If only you’d attended church more regularly. If only you’d prayed more and emphatically taught your child the power of prayer. If only you’d have opened the bible more instead of leaving it so often on the nightstand. If only you’d demonstrated God’s love in a meaningful way. If only you’d been a better mentor…a better example…a better Christian. If only.
It’s imperative that you understand; I am a mature, thoughtful, reasonable adult, and my worldview is mine and mine alone. While I understand your desire to imprint upon me the beliefs you hold dear, I’ve simply determined to seek truth on my own terms. I don’t want to merely inhabit an inherited skin, blindly echoing the voices of my family and culture. I’ve determined to examine my mind, my world and my universe with fresh eyes…vigorously, passionately, ruthlessly. And the only satisfactory answers I've received have come from science, reason and common sense.
I’m no longer afraid to ask questions, to challenge, to be skeptical and to demand evidence. It is empowering. It is fulfilling.
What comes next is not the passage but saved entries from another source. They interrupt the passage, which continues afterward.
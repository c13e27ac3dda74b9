/* Writing files so that a reader never sees half of one. */
#ifndef LIMBECK_CLI_FILES_H
#define LIMBECK_CLI_FILES_H

#include <stdbool.h>
#include <stddef.h>

#include "limbeck.h"

/* A file being written beside the one that it will replace. */
typedef struct pending_file {
    char *path;         /* what it will be called */
    char *beside;       /* where the bytes are until files_commit; NULL: written in place */
} pending_file;

/* Write the bytes beside path.  A path that is there and no regular file (a
 * device, a pipe) is written in place.  LB_E_IO, LB_E_NOMEM; nothing is left
 * behind then. */
lb_status files_prepare(const char *path, const char *bytes, size_t length, pending_file *file, lb_error *err);
/* Rename into place; LB_E_IO.  Either way the pending file is cleared. */
lb_status files_commit(pending_file *file, lb_error *err);
/* Remove what files_prepare wrote; takes a zeroed or cleared one. */
void files_abandon(pending_file *file);

/* Both steps for one file. */
lb_status files_write(const char *path, const char *bytes, size_t length, lb_error *err);

/* All bytes to standard output, or to standard error; LB_E_IO. */
lb_status files_print(int descriptor, const char *bytes, size_t length, lb_error *err);

/* Make a folder and those above it that are missing; LB_E_IO. */
lb_status files_make_folder(const char *path, lb_error *err);

/* "folder/name" + suffix; NULL without memory; free() it. */
char *files_join(const char *folder, const char *name, const char *suffix);

/* Have descriptors 0, 1 and 2 refer to something, so that no file that is opened
 * later takes the place of a closed standard stream. */
void files_guard_streams(void);

#endif
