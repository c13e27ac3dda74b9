/* UTF-8: decoding and the width of a character on a terminal.
 *
 * Decoding follows The Unicode Standard, table 3-7 (well-formed byte
 * sequences).  Widths are the best effort of a short table: combining marks
 * and zero-width characters take no column, the East Asian wide ranges two. */
#include "text/utf8.h"

#include <stdbool.h>

static bool is_continuation(unsigned char byte)
{
    return (byte & 0xC0) == 0x80;
}

int utf8_decode(const char *text, size_t length, uint32_t *code)
{
    static const uint32_t smallest[5] = {0, 0, 0x80, 0x800, 0x10000};
    const unsigned char *byte = (const unsigned char *)text;
    if (length == 0)
        return 0;
    if (byte[0] < 0x80) {
        *code = byte[0];
        return 1;
    }
    int count = byte[0] >= 0xF0 && byte[0] <= 0xF4 ? 4 : byte[0] >= 0xE0 && byte[0] < 0xF0 ? 3
              : byte[0] >= 0xC2 && byte[0] < 0xE0 ? 2 : 0;
    if (count == 0 || (size_t)count > length)
        return 0;
    uint32_t value = byte[0] & (0xFFu >> (count + 1));
    for (int i = 1; i < count; i++) {
        if (!is_continuation(byte[i]))
            return 0;
        value = value << 6 | (byte[i] & 0x3F);
    }
    if (value < smallest[count] || value > 0x10FFFF || (value >= 0xD800 && value <= 0xDFFF))
        return 0;
    *code = value;
    return count;
}

int utf8_width(uint32_t code)
{
    static const struct { uint32_t first, last; int width; } range[] = {
        {0x0300, 0x036F, 0}, {0x1100, 0x115F, 2}, {0x200B, 0x200F, 0}, {0x2E80, 0x303E, 2},
        {0x3041, 0xA4CF, 2}, {0xAC00, 0xD7A3, 2}, {0xF900, 0xFAFF, 2}, {0xFE00, 0xFE0F, 0},
        {0xFE30, 0xFE6F, 2}, {0xFEFF, 0xFEFF, 0}, {0xFF00, 0xFF60, 2}, {0xFFE0, 0xFFE6, 2},
        {0x1F300, 0x1F64F, 2}, {0x1F900, 0x1F9FF, 2}, {0x20000, 0x3FFFD, 2},
    };
    if (code < range[0].first)
        return 1;
    for (size_t i = 0; i < sizeof range / sizeof range[0]; i++)
        if (code >= range[i].first && code <= range[i].last)
            return range[i].width;
    return 1;
}

size_t utf8_count(const char *text, size_t length)
{
    size_t count = 0;
    for (size_t i = 0; i < length; count++) {
        uint32_t code;
        int bytes = utf8_decode(text + i, length - i, &code);
        i += bytes ? (size_t)bytes : 1;
    }
    return count;
}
It is wonderful.
This should not bring you shame, but instead should be a source of pride for any parent who truly cherishes a child’s individuality. What kind of father only abides a son that thinks like him? What kind of mother only accepts a daughter who agrees with her?
And we are talking about acceptance. Sure, time and again, you’ve insisted that you love me and would do anything for me. You verbally exclaim that your love knows no bounds. Yet your tone is distant, your interactions infrequent, your messages cold, your heart and mind unable to completely bridge the gap between you and your unbelieving child.
You whisper to family about the prodigal, the rebel, the disappointment. You lament to friends about the lamb gone astray. You awkwardly drop asides about your faith into conversations completely unrelated to it. You punish yourself. You punish me. You punish those around me. With every gesture, with every action (or inaction), you declare that your love is conditional and that I must adhere to your scriptures, your prayers, your doctrines and your deity before I may earn the full depth and breadth of your heart.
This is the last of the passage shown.